In response, Congress established the Pediatric Research Initiative (PRI) (as part of the 2000 Children’s Health Act) to increase support for pediatric research, strengthen collaborative efforts among NIH institutes and centers, speed the development of pediatric clinical drug trials, and invest in training pediatric researchers. As part of the PRI, Congress authorized $50 million for the NIH Office of the Director to support the PRI in fiscal-year 2001. The Children’s Health Act became effective after the fiscal-year 2001 appropriations cycle, but unfortunately, no future fiscal year’s appropriations included PRI funding. Dr Gitterman highlighted the NIH’s overall budget and its pediatric-research funding across 3 time periods: before doubling (fiscal-year 1992–1997); doubling (fiscal-year 1998–2003); and after doubling (fiscal-year 2004–2009). The average annual NIH appropriations increased by 5.4%, 13.4%, and 1.3% in each period, respectively. The average annual pediatric-research funding (actual grants, contracts, intramural research, and other mechanisms of support) increased much less, by 4.7%, 11.5%, and 0.3% in each period, respectively. Between fiscal years 2004 and 2007, the average NIH budget increase nearly flattened, to only 1.96%. During this period, average pediatric-research funding has dropped markedly lower, to 0.57%; estimated fiscal-year 2008 pediatric funding is at −0.5%. Although NIH appropriations and pediatric-research funding increased in nominal amounts, the proportion devoted to pediatrics has remained flat, as it has done since fiscal-year 1992 (Fig 1).2

NIH budget and pediatric-research portfolio, fiscal-year 1992–2009 (in billions).1,2 Source: NIH Office of the Budget. Note: The NIH defines pediatric research as “studies in all categories of biomedical research (basic, clinical, epidemiologic, ...


Dr Duane Alexander, director of the Eunice Kennedy Shriver National Institute of Child Health and Development (NICHD), discussed the many opportunities for pediatric research at the NICHD that are funded, first noting how the NIH and NICHD have organized their research agenda. An overarching goal has been to build on established infrastructure, sustaining and modernizing successful, long-standing programs, and developing coordinated and shared pediatric resources. These approaches include creation of virtual networks, speeding translation of new discoveries into clinical practice, growing multidisciplinary teams and networks, pioneering studies as a foundation for future research, and capitalizing on opportunities by using American Recovery and Reinvestment Act funds. The NICHD supports more than 20 network and center programs targeted directly to pediatric research (Table 1). The NICHD also supports more than 30 additional active programs of solicited research targeted to pediatrics.

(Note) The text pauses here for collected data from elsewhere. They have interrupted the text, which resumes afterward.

import { useMe } from '../api/get-me';

/**
 * Engineers manage suppliers, parts, gauges and plans; inspectors, auditors and admins read them.
 * The API refuses anyone else anyway (403); hiding the buttons saves them the attempt.
 */
export function useCanManageMasterData(): boolean {
  const { data } = useMe();
  return data?.role === 'engineer';
}
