import { Inject, Injectable, Logger } from '@nestjs/common';
import type { Readable } from 'node:stream';
import { asc, eq } from 'drizzle-orm';
import { DB, type Db } from '../db/client';
import { ncrPhoto } from '../db/schema';
import { NcrsService } from '../ncrs/ncrs.service';
import { CorrectiveActionsService } from '../corrective-actions/corrective-actions.service';
import { StorageService } from '../storage/storage.service';
import type { SessionUser } from '../../shared/schemas/auth';
import { renderNcrReport, renderScarReport, type NcrReportData } from './ncr-reports-pdf';

/** Photos drawn in the NCR report; the rest are counted and left to the NCR page. */
export const MAX_NCR_REPORT_PHOTOS = 12;

async function toBuffer(body: Readable): Promise<Buffer> {
  const chunks: Buffer[] = [];
  for await (const c of body) chunks.push(typeof c === 'string' ? Buffer.from(c) : (c as Buffer));
  return Buffer.concat(chunks);
}

/** The NCR report and the 8D report as PDFs, rendered in the request from the same records the pages show. */
@Injectable()
export class NcrReportsService {
  private readonly log = new Logger('NcrReportsService');

  constructor(
    @Inject(DB) private readonly db: Db,
    private readonly ncrs: NcrsService,
    private readonly scars: CorrectiveActionsService,
    private readonly storage: StorageService,
  ) {}

  async ncrData(id: string, user: SessionUser, at = new Date()): Promise<NcrReportData> {
    const ncr = await this.ncrs.getFull(id);
    const rows = await this.db.select().from(ncrPhoto).where(eq(ncrPhoto.ncrId, id)).orderBy(asc(ncrPhoto.createdAt));
    const photos: NcrReportData['photos'] = [];
    for (const p of rows.slice(0, MAX_NCR_REPORT_PHOTOS)) {
      try {
        const f = await this.storage.get(p.thumbKey);
        photos.push({ image: await toBuffer(f.body), caption: p.caption });
      } catch (err) {
        // A missing thumbnail must not cost the reader the whole report; it is said on the page.
        this.log.warn({ err, photoId: p.id }, 'NCR report: photo thumbnail unavailable');
        photos.push({ image: null, caption: p.caption });
      }
    }
    return { generatedAt: at, generatedBy: user.email, ncr, photos, morePhotos: Math.max(0, rows.length - MAX_NCR_REPORT_PHOTOS) };
  }

  async renderNcr(id: string, user: SessionUser): Promise<{ pdf: Buffer; number: string }> {
    const d = await this.ncrData(id, user);
    return { pdf: await renderNcrReport(d), number: d.ncr.number };
  }

  async renderScar(id: string, user: SessionUser): Promise<{ pdf: Buffer; number: string }> {
    const scar = await this.scars.get(user, id);
    return { pdf: await renderScarReport({ generatedAt: new Date(), generatedBy: user.email, scar }), number: scar.number };
  }
}
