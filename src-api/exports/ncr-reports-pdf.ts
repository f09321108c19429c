import type { Ncr } from '../../shared/schemas/ncr';
import { NCR_STATUS_LABELS } from '../../shared/schemas/ncr';
import type { Scar } from '../../shared/schemas/corrective-action';
import { SCAR_STATUS_LABELS, STEP_STATUS_LABELS } from '../../shared/schemas/corrective-action';
import { BAD, GOOD, MUTED, ReportDoc, money, utc } from './report-pdf';

export const NCR_REPORT_TITLE = 'Yokeline — Nonconformance report';
export const SCAR_REPORT_TITLE = 'Yokeline — 8D corrective action report';

export interface NcrReportData {
  generatedAt: Date;
  generatedBy: string;
  ncr: Ncr;
  photos: { image: Buffer | null; caption: string | null }[];
  morePhotos: number;
}

export interface ScarReportData {
  generatedAt: Date;
  generatedBy: string;
  scar: Scar;
}

/** `atSupplier` → `At supplier`: the answer's own field names, made readable. */
const label = (k: string): string => {
  const s = k.replace(/([a-z0-9])([A-Z])/g, '$1 $2').toLowerCase();
  return s.charAt(0).toUpperCase() + s.slice(1);
};

function inline(v: unknown): string {
  if (v === null || v === undefined || v === '') return '—';
  if (Array.isArray(v)) return v.map(inline).join('; ');
  if (typeof v === 'object') return Object.entries(v as Record<string, unknown>).map(([k, x]) => `${label(k).toLowerCase()} ${inline(x)}`).join(', ');
  return String(v);
}

/** A step answer as readable lines: one per field, one per item of a list of records (team members, actions). */
export function answerText(answer: Record<string, unknown> | null): string {
  if (!answer || !Object.keys(answer).length) return '';
  const lines: string[] = [];
  for (const [k, v] of Object.entries(answer)) {
    if (Array.isArray(v) && v.some((x) => x && typeof x === 'object')) {
      lines.push(`${label(k)}:`);
      for (const item of v) lines.push(`  • ${inline(item)}`);
    } else lines.push(`${label(k)}: ${inline(v)}`);
  }
  return lines.join('\n');
}

/** The NCR as one PDF: what was required and found, how it was dispositioned, and who signed. */
export function renderNcrReport(d: NcrReportData): Promise<Buffer> {
  const n = d.ncr;
  const r = new ReportDoc({ title: NCR_REPORT_TITLE, subject: `${n.number}${n.partNumber ? ` · ${n.partNumber} rev ${n.partRevision ?? '—'}` : ''}`, generatedAt: d.generatedAt, generatedBy: d.generatedBy });
  r.title(n.number, n.title);
  r.para(`${NCR_STATUS_LABELS[n.status] ?? n.status} · raised ${utc(n.raisedAt)}${n.raisedByName ? ` by ${n.raisedByName}` : ''}`, { colour: n.status === 'closed' ? GOOD : BAD, font: 'bold', size: 11 });

  r.heading('Nonconformance');
  r.facts([
    ['Supplier', n.supplierName ? `${n.supplierName} (${n.supplierCode})` : '—'],
    ['Part', n.partNumber ? `${n.partNumber} rev ${n.partRevision ?? '—'}` : '—'],
    ['Lot', n.lotRef != null ? `Lot ${n.lotRef} · supplier lot ${n.supplierLotNumber ?? '—'}` : '—'],
    ['Source', n.source],
    ['Defect codes', n.defectCodes.join(', ')],
    ['Suspect quantity', `${n.suspectQuantity.toLocaleString('en-GB')} cores`],
    ['Characteristic', n.characteristicCode ?? '—'],
    ['Corrective action', n.scarNumber ?? 'none issued'],
  ]);
  r.heading('Requirement and what was found');
  r.para('Requirement', { font: 'semibold', colour: MUTED });
  r.para(n.requirement);
  r.para('Found', { font: 'semibold', colour: MUTED });
  r.para(n.found);
  if (n.readings.length) {
    r.table(
      [{ header: 'Core', width: 50, align: 'right' }, { header: 'Characteristic', width: 110 }, { header: 'Value', width: 80, align: 'right' }, { header: 'Readings', width: 160 }, { header: 'Conforming', width: 99 }],
      n.readings.map((x) => [
        { text: x.serial != null ? String(x.serial) : '—', bold: true },
        { text: x.characteristicCode },
        { text: x.value != null ? String(Number(x.value.toFixed(4))) : x.pass != null ? (x.pass ? 'pass' : 'FAIL') : '—' },
        { text: x.values.join(', ') || '—' },
        { text: x.conforming === false ? 'no' : x.conforming ? 'yes' : '—', colour: x.conforming === false ? BAD : undefined, bold: x.conforming === false },
      ]),
      'Readings linked to this NCR',
    );
  }

  r.heading('Disposition');
  if (n.dispositions.length) {
    r.table(
      [{ header: 'Kind', width: 70 }, { header: 'Qty', width: 40, align: 'right' }, { header: 'Rationale', width: 210 }, { header: 'Concession', width: 80 }, { header: 'Cost', width: 99, align: 'right' }],
      n.dispositions.map((x) => [{ text: x.kind, bold: true }, { text: String(x.quantity) }, { text: x.rationale }, { text: x.concessionRef ?? '—' }, { text: money(x.cost) }]),
    );
    r.para(`Total cost ${money(n.totalCost)}`, { font: 'semibold' });
  } else r.para('Not dispositioned yet.', { colour: MUTED });

  r.heading('Electronic signatures');
  if (n.signatures.length) {
    for (const s of n.signatures) {
      r.para(`${s.signerName} <${s.signerEmail}> · ${s.purpose} · ${utc(s.signedAt)}`, { font: 'semibold' });
      r.para(`Meaning: ${s.meaning}`);
      r.para(`Signed content SHA-256: ${s.contentHash}`, { colour: MUTED, size: 8 });
      r.doc.moveDown(0.3);
    }
  } else r.para('No signatures.', { colour: MUTED });

  if (d.photos.length) {
    r.heading('Photos');
    r.photos(d.photos);
    if (d.morePhotos) r.para(`${d.morePhotos} more photo${d.morePhotos === 1 ? '' : 's'} on the NCR.`, { colour: MUTED });
  }

  if (n.history.length) {
    r.heading('History');
    r.table(
      [{ header: 'Time (UTC)', width: 100 }, { header: 'Action', width: 130 }, { header: 'By', width: 140 }, { header: 'Reason', width: 129 }],
      n.history.map((h) => [{ text: utc(h.at).replace(' UTC', '') }, { text: h.action }, { text: h.actorEmail ?? '—' }, { text: h.reason ?? '' }]),
    );
  }
  return r.end();
}

/** The 8D request as one PDF: each step with its status, due date, the supplier's answer and the engineer's review. */
export function renderScarReport(d: ScarReportData): Promise<Buffer> {
  const s = d.scar;
  const r = new ReportDoc({ title: SCAR_REPORT_TITLE, subject: `${s.number} · ${s.supplierCode}`, generatedAt: d.generatedAt, generatedBy: d.generatedBy });
  r.title(s.number, s.title);
  r.para(`${SCAR_STATUS_LABELS[s.status] ?? s.status} · issued ${utc(s.issuedAt)}`, { colour: s.status === 'closed' ? GOOD : s.status === 'returned' ? BAD : MUTED, font: 'bold', size: 11 });

  r.heading('Request');
  r.facts([
    ['Supplier', `${s.supplierName} (${s.supplierCode})`],
    ['From NCR', s.ncrNumber],
    ['Part', s.partNumber ? `${s.partNumber} rev ${s.partRevision ?? '—'}` : '—'],
    ['Defect codes', s.defectCodes.join(', ')],
    ['Acknowledged', utc(s.acknowledgedAt)],
    ['Accepted', utc(s.acceptedAt)],
    ['Closed', utc(s.closedAt)],
    ['Verification', `${s.verification.passed} of ${s.verification.required} clean lots`],
  ]);
  r.para('Problem', { font: 'semibold', colour: MUTED });
  r.para(s.problem);

  r.heading('8D steps');
  for (const st of s.steps) {
    r.ensure(60);
    r.para(`${st.step} · ${st.title}`, { font: 'bold', size: 10 });
    r.para(`Status: ${STEP_STATUS_LABELS[st.status] ?? st.status} · due ${st.dueOn ?? '—'}${st.overdue ? ' (overdue)' : ''} · submitted ${utc(st.submittedAt)}`, { colour: st.overdue ? BAD : MUTED, size: 8 });
    const text = answerText(st.answer);
    r.para(text || 'No answer submitted yet.', text ? {} : { colour: MUTED });
    if (st.evidence.length) r.para(`Evidence: ${st.evidence.map((e) => e.name).join(', ')}`, { colour: MUTED, size: 8 });
    if (st.reviewDecision) {
      r.para(`Review: ${st.reviewDecision === 'accept' ? 'accepted' : 'returned'} ${utc(st.reviewedAt)}${st.reviewComment ? ` — ${st.reviewComment}` : ''}`, { colour: st.reviewDecision === 'accept' ? GOOD : BAD, font: 'semibold' });
    }
    r.doc.moveDown(0.4);
  }

  if (s.history?.length) {
    r.heading('History');
    r.table(
      [{ header: 'Time (UTC)', width: 100 }, { header: 'Action', width: 130 }, { header: 'By', width: 140 }, { header: 'Reason', width: 129 }],
      s.history.map((h) => [{ text: utc(h.at).replace(' UTC', '') }, { text: h.action }, { text: h.actorEmail ?? '—' }, { text: h.reason ?? '' }]),
    );
  }
  return r.end();
}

NICHD Network and Center Programs Targeted Directly to Pediatric Research

Regarding infrastructure, the NICHD supports a large variety of research training programs for pediatricians, including Child Health Research Career Development Awards (>600 physician-scientists trained over the past 21 years, two-thirds of whom continued in research careers and half of whom received subsequent NIH funding) and the Pediatric Scientist Development Program (155 pediatricians trained over the past 20 years, three-fifths of whom continued in research careers and half of whom received subsequent NIH funding). Recently, the NICHD introduced the Pediatric Critical Care Career Development Program, which has trained 15 critical care pediatricians in the past 5 years. More than 2500 pediatricians have taken advantage of the NIH loan-repayment program targeted specifically to pediatrics, covering 26% of all NIH extramural loan-repayment applications. Pediatric loan-repayment applicants have comparable success rates to other loan-repayment applicants. Overall, loan-repayment recipients are more likely to remain in research careers than similar unfunded applicants.

Regarding the inclusion of children in research, NIH policy requires investigators to include children in clinical research unless they can justify not doing so. Across the NIH, 62.3% of human-subjects grants included children (fiscal-year 2007). Preliminary analyses showed that 87% of NICHD grants included children younger than 21 years, and 65% included children younger than 18.

Regarding new programs at the NICHD, Dr Alexander commented specifically on the Pediatric Pharmacology Research Units (PPRUs), which have successfully developed infrastructure and conducted cooperative multisite clinical trials, as well as enhanced training opportunities in pediatric pharmacology. The PPRUs focus on developmental pharmacology to understand developmentally related changes in metabolism and response to drugs, develop predictive models to evaluate response/toxicity for pediatric subpopulations, develop and validate pharmacokinetic/pharmacodynamic assessments to help evaluate these responses, and facilitate opportunities to participate in centers and a clinical trials network dedicated to pediatric pharmacology. Related to the PPRU infrastructure, Congress passed the Best Pharmaceuticals for Children Act to conduct studies of off-patent or on-patent drugs or biological agents for unmet children’s therapeutic health needs.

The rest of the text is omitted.